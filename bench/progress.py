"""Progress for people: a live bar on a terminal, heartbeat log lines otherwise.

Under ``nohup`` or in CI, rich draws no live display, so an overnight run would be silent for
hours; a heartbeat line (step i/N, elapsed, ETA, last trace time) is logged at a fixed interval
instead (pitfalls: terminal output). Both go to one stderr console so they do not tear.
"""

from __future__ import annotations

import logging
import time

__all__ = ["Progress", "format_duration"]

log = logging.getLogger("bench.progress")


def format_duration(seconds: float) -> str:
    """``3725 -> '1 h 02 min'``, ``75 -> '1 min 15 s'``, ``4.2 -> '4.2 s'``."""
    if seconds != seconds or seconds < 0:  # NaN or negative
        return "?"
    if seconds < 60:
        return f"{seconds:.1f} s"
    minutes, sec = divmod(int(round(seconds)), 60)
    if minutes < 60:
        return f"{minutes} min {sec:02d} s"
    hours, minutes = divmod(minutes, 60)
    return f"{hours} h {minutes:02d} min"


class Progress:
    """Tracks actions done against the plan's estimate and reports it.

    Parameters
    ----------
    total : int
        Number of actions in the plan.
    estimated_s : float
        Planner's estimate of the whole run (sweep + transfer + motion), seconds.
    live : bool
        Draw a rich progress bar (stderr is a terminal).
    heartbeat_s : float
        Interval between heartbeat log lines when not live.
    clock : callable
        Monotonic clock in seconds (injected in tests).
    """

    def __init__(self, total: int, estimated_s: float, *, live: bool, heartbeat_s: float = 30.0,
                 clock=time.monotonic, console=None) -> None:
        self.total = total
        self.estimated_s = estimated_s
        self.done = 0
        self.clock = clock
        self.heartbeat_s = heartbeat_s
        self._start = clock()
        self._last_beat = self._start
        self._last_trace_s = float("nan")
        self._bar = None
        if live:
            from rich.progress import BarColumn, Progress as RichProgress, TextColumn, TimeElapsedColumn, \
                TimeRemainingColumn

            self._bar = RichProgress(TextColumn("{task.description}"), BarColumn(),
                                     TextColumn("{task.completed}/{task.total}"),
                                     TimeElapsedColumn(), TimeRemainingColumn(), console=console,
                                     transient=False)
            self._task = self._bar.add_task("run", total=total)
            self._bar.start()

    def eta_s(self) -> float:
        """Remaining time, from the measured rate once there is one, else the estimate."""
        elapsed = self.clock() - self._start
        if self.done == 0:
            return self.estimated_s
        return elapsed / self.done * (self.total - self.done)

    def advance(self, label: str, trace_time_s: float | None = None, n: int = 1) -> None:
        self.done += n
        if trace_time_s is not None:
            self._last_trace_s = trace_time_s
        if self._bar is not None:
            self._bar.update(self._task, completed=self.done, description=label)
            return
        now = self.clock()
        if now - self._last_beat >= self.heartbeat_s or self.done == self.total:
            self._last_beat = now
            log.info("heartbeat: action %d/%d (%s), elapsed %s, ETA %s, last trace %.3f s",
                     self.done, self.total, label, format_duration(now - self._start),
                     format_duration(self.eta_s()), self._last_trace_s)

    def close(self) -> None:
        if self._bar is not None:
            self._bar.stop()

WHAT YOU HAVE TO DO: All lines that contain the word "hours" should be copied from the listing.

TASK OUTPUT:
hours; a heartbeat line (step i/N, elapsed, ETA, last trace time) is logged at a fixed interval
    hours, minutes = divmod(minutes, 60)
    return f"{hours} h {minutes:02d} min"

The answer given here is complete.